- Education: University of Alberta; University of British Columbia;
- Awards: Canadian Pharmacist of the Year (2020)
- Scientific career
- Workplaces: University of Waterloo
- Website: uwaterloo.ca/pharmacy/people-profiles/kelly-grindrod

= Kelly Grindrod =

Canadian pharmacist

Kelly Grindrod is a Canadian pharmacist and associate professor at the University of Waterloo School of Pharmacy where she studies the impact of digital technology on the management of medications.

==Education==
Grindrod graduated with a BSCPharm from the University of Alberta and went on to complete a residency at the London Health Sciences Centre.

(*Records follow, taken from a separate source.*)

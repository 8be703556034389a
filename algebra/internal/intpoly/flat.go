package intpoly

import (
	"math/big"
	"math/bits"
	"slices"
)

// flat is a vector of integers of k words each, in two's complement, the
// lowest word first: the representation in which short products, exact
// quotients and reconstructions run without touching big.Int. Arithmetic is
// modulo B = 2^(k word size); callers prove that their results fit.
type flat struct {
	k int
	w []big.Word
}

// newFlat returns n zeros of k words.
func newFlat(n, k int) flat { return flat{k, make([]big.Word, n*k)} }

// at returns the words of coefficient i.
func (a flat) at(i int) []big.Word { return a.w[i*a.k : (i+1)*a.k : (i+1)*a.k] }

// toFlat returns the coefficients of p modulo B, from the top when reversed.
func toFlat(p Poly, k int, reversed bool) flat {
	a := newFlat(len(p), k)
	for i, c := range p {
		if reversed {
			i = len(p) - 1 - i
		}
		v := a.at(i)
		copy(v, c.Bits())
		if c.Sign() < 0 {
			negate(v)
		}
	}
	return a
}

// poly returns the polynomial with the coefficients of a, each read as a
// signed number, and takes over the memory of a.
func (a flat) poly() Poly { return trim(a.ints()) }

// ints is poly with leading zeros kept. One array of words and one of headers
// serve all coefficients, each confined to its part by its capacity.
func (a flat) ints() []*big.Int {
	n := len(a.w) / a.k
	cells := make([]big.Int, n)
	p := make([]*big.Int, n)
	for i := range p {
		v := a.at(i)
		p[i] = &cells[i]
		if negative(v) {
			negate(v)
			p[i].SetBits(v)
			p[i].Neg(p[i])
		} else {
			p[i].SetBits(v)
		}
	}
	return p
}

// bitLen returns the bit length of the largest coefficient, up to 1 too large
// for negative powers of two.
func (a flat) bitLen() int {
	most := 0
	for i := 0; i < len(a.w); i += a.k {
		v := a.w[i : i+a.k]
		var flip big.Word
		if negative(v) {
			flip = ^flip
		}
		j := a.k - 1
		for j > 0 && v[j] == flip {
			j--
		}
		most = max(most, j*bits.UintSize+bits.Len(uint(v[j]^flip))+int(flip&1))
	}
	return most
}

// negative reports whether v, in two's complement, is below zero.
func negative(v []big.Word) bool { return v[len(v)-1]>>(bits.UintSize-1) == 1 }

// isZero reports whether all words of v are zero.
func isZero(v []big.Word) bool {
	for _, w := range v {
		if w != 0 {
			return false
		}
	}
	return true
}

// negate sets v to -v.
func negate(v []big.Word) {
	for j := range v {
		v[j] = ^v[j]
	}
	increment(v)
}

// increment adds 1 to v and reports the carry out.
func increment(v []big.Word) bool {
	for j := range v {
		v[j]++
		if v[j] != 0 {
			return false
		}
	}
	return true
}

// trailingZeros returns the exponent of 2 in v, all bits for 0.
func trailingZeros(v []big.Word) int {
	for j, w := range v {
		if w != 0 {
			return j*bits.UintSize + bits.TrailingZeros(uint(w))
		}
	}
	return len(v) * bits.UintSize
}

// shiftRight divides v by 2^n, rounding down.
func shiftRight(v []big.Word, n int) {
	if n == 0 {
		return
	}
	var fill big.Word
	if negative(v) {
		fill = ^fill
	}
	skip, shift := n/bits.UintSize, uint(n%bits.UintSize)
	at := func(j int) big.Word {
		if j < len(v) {
			return v[j]
		}
		return fill
	}
	for j := range v {
		lo, hi := at(j+skip), at(j+skip+1)
		v[j] = lo>>shift | hi<<(bits.UintSize-shift) // 0 for shift 0
	}
}

// subDot subtracts from acc the sum over i of a_i b_(n-1-i), where a and b hold
// n numbers of k words each: one coefficient of a product.
func subDot(acc, a, b []big.Word, k int) {
	switch k {
	case 1:
		s := acc[0]
		b = b[:len(a)]
		for i, x := range a {
			s -= x * b[len(b)-1-i]
		}
		acc[0] = s
	case 2:
		subDot2(acc, a, b)
	case 3:
		subDot3(acc, a, b)
	default:
		for i, j := 0, len(b)-k; j >= 0; i, j = i+k, j-k {
			subProduct(acc, a[i:i+k], b[j:j+k])
		}
	}
}

// subDot2 is subDot for two words.
func subDot2(acc, a, b []big.Word) {
	s0, s1 := uint(acc[0]), uint(acc[1])
	b = b[:len(a)]
	for i, j := 0, len(b)-2; i+1 < len(a) && j >= 0; i, j = i+2, j-2 {
		a0, a1, b0, b1 := uint(a[i]), uint(a[i+1]), uint(b[j]), uint(b[j+1])
		hi, lo := bits.Mul(a0, b0)
		hi += a0*b1 + a1*b0
		var c uint
		s0, c = bits.Sub(s0, lo, 0)
		s1, _ = bits.Sub(s1, hi, c)
	}
	acc[0], acc[1] = big.Word(s0), big.Word(s1)
}

// subDot3 is subDot for three words.
func subDot3(acc, a, b []big.Word) {
	s0, s1, s2 := uint(acc[0]), uint(acc[1]), uint(acc[2])
	b = b[:len(a)]
	for i, j := 0, len(b)-3; i+2 < len(a) && j >= 0; i, j = i+3, j-3 {
		a0, a1, a2 := uint(a[i]), uint(a[i+1]), uint(a[i+2])
		b0, b1, b2 := uint(b[j]), uint(b[j+1]), uint(b[j+2])
		h00, l00 := bits.Mul(a0, b0)
		h01, l01 := bits.Mul(a0, b1)
		h10, l10 := bits.Mul(a1, b0)
		top := h01 + h10 + a0*b2 + a1*b1 + a2*b0
		mid, c := bits.Add(l01, l10, 0)
		top += c
		mid, c = bits.Add(mid, h00, 0)
		top += c
		s0, c = bits.Sub(s0, l00, 0)
		s1, c = bits.Sub(s1, mid, c)
		s2, _ = bits.Sub(s2, top, c)
	}
	acc[0], acc[1], acc[2] = big.Word(s0), big.Word(s1), big.Word(s2)
}

// subProduct subtracts x y from acc, all of the same length.
func subProduct(acc, x, y []big.Word) {
	for i, a := range x {
		if a == 0 {
			continue
		}
		dst := acc[i:]
		src := y[:len(dst)]
		var carry uint
		for j, b := range src {
			hi, lo := bits.Mul(uint(a), uint(b))
			var c uint
			lo, c = bits.Add(lo, carry, 0)
			hi += c
			d, c := bits.Sub(uint(dst[j]), lo, 0)
			dst[j] = big.Word(d)
			carry = hi + c
		}
	}
}

// addWord adds x to v.
func addWord(v []big.Word, x int64) {
	lo, fill := uint64(x), big.Word(x>>63)
	var carry uint
	for j := range v {
		w := fill
		if j*bits.UintSize < 64 {
			w = big.Word(lo >> (j * bits.UintSize))
		}
		s, c := bits.Add(uint(v[j]), uint(w), carry)
		v[j], carry = big.Word(s), c
	}
}

// scaleWords multiplies v by x < 2^63.
func scaleWords(v []big.Word, x uint64) {
	minus := negative(v)
	if minus {
		negate(v)
	}
	if bits.UintSize == 64 {
		var carry uint
		for j := range v {
			hi, lo := bits.Mul(uint(v[j]), uint(x))
			s, c := bits.Add(lo, carry, 0)
			v[j], carry = big.Word(s), hi+c
		}
	} else {
		t, y := make([]big.Word, len(v)), make([]big.Word, len(v))
		addWord(y, int64(x))
		subProduct(t, v, y)
		negate(t)
		copy(v, t)
	}
	if minus {
		negate(v)
	}
}

// inverseOf returns 1/v modulo B for an odd v.
func inverseOf(v []big.Word) []big.Word {
	inv := make([]big.Word, len(v))
	inv[0] = v[0] // correct to 3 bits; each Newton step doubles that
	t := make([]big.Word, len(v))
	for known := 3; known < len(v)*bits.UintSize; known *= 2 {
		// inv <- inv (2 - v inv)
		clear(t)
		t[0] = 2
		subProduct(t, v, inv)
		negate(t)
		next := make([]big.Word, len(v))
		subProduct(next, inv, t)
		inv = next
	}
	return inv
}

// wordsFor returns the number of words that hold signed numbers of the given
// bit length.
func wordsFor(bitLen int) int { return bitLen/bits.UintSize + 1 }

// flatWords bounds the size of coefficients, in words, for which flat
// arithmetic measures faster than big.Int.
var flatWords = 10

// divFlat returns p / q when q divides p over Z, deg p >= deg q >= 0, ok false
// when it does not, and decided false when the method does not apply.
func divFlat(p, q Poly) (quo Poly, ok, decided bool) {
	a, reversed, ok, decided := provenQuotient(p, q)
	if !ok {
		return nil, false, decided
	}
	c := a.ints()
	if reversed {
		slices.Reverse(c)
	}
	return trim(c), true, true
}

// provenQuotient is divFlat with the quotient, reversed or not, as words. It
// is formed modulo B and has to leave no remainder modulo B. It is the quotient
// over Z when p and the product of q and the quotient are both below B/2 in
// size. A quotient over Z has coefficients of at most 2^(deg) norm2(p)
// (Mignotte), so a number of words that decides is known; fewer decide, too,
// against a divisor with an odd leading coefficient, because the quotient
// modulo B is unique then.
//
// Source: Jebelean, An algorithm for exact division, J. Symbolic Computation
// 15 (1993), for the idea.
func provenQuotient(p, q Poly) (a flat, reversed, ok, decided bool) {
	reversed = q.lead().Bit(0) == 0 && q[0].Bit(0) == 1
	unique := q.lead().Bit(0) == 1 || reversed
	bp, bq := p.maxBits(), q.maxBits()
	n := len(p) - len(q) + 1
	terms := bits.Len(uint(min(n, len(q))))
	most := (n - 1) + bp + bits.Len(uint(len(p)))/2 + 1
	k := wordsFor(bp + terms + 4)
	last := max(k, wordsFor(most+bq+terms+1))
	for ; k <= flatWords; k = last {
		a, ok = quotientFlat(toFlat(p, k, reversed), toFlat(q, k, reversed))
		if ok && a.bitLen()+bq+terms < k*bits.UintSize {
			return a, reversed, true, true
		}
		if k == last || unique && !ok {
			return a, reversed, false, true
		}
	}
	return flat{}, false, false, false
}

// quotientFlat divides a by b from the top, taking what is left of a for
// numbers below B/2 in size where it divides by a power of two. It reports
// whether the remainder is zero modulo B.
func quotientFlat(a, b flat) (quo flat, exact bool) {
	k := a.k
	n, m := len(a.w)/k, len(b.w)/k
	lead := append([]big.Word(nil), b.at(m-1)...)
	twos := trailingZeros(lead)
	shiftRight(lead, twos)
	unit := lead[0] == 1 && isZero(lead[1:])
	var inv []big.Word
	if !unit {
		inv = inverseOf(lead)
	}
	quo = newFlat(n-m+1, k)
	acc := make([]big.Word, k)
	for i := n - 1; i >= 0; i-- {
		// What the known part of the quotient leaves of a_i.
		lo, hi := max(0, i-m+1), min(i, n-m)
		copy(acc, a.at(i))
		if i >= m-1 {
			lo = i - m + 2
		}
		if lo <= hi {
			subDot(acc, quo.w[lo*k:(hi+1)*k], b.w[(i-hi)*k:(i-lo+1)*k], k)
		}
		if i < m-1 {
			if !isZero(acc) {
				return quo, false
			}
			continue
		}
		if twos > 0 {
			if trailingZeros(acc) < twos {
				return quo, false
			}
			shiftRight(acc, twos)
		}
		v := quo.at(i - m + 1)
		if unit {
			copy(v, acc)
			continue
		}
		subProduct(v, acc, inv)
		negate(v)
	}
	return quo, true
}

She later received a PharmD (2007) and an MSc (2009) from the University of British Columbia.
==Career==
Grindrod joined the University of Waterloo School of Pharmacy in 2011.
In addition to teaching and research, she works one day a week at the Kitchener Downtown Community Health Centre as a primary care pharmacist.

===Covid-19 pandemic===
Grindrod has been a frequent media commentator during the COVID-19 pandemic, providing advice on issues such as third doses and the vaccination of children, and the prevalence of vaccine misinformation. She has also appeared on the CBC Radio program White Coat, Black Art regarding the role of pharmacists in the Canadian health-care system during the pandemic.

==Recognition==
In 2020 Grindrod was named Canadian Pharmacist of the Year by the Canadian Pharmacists Association in recognition of her work as an advocate, mentor and health care provider.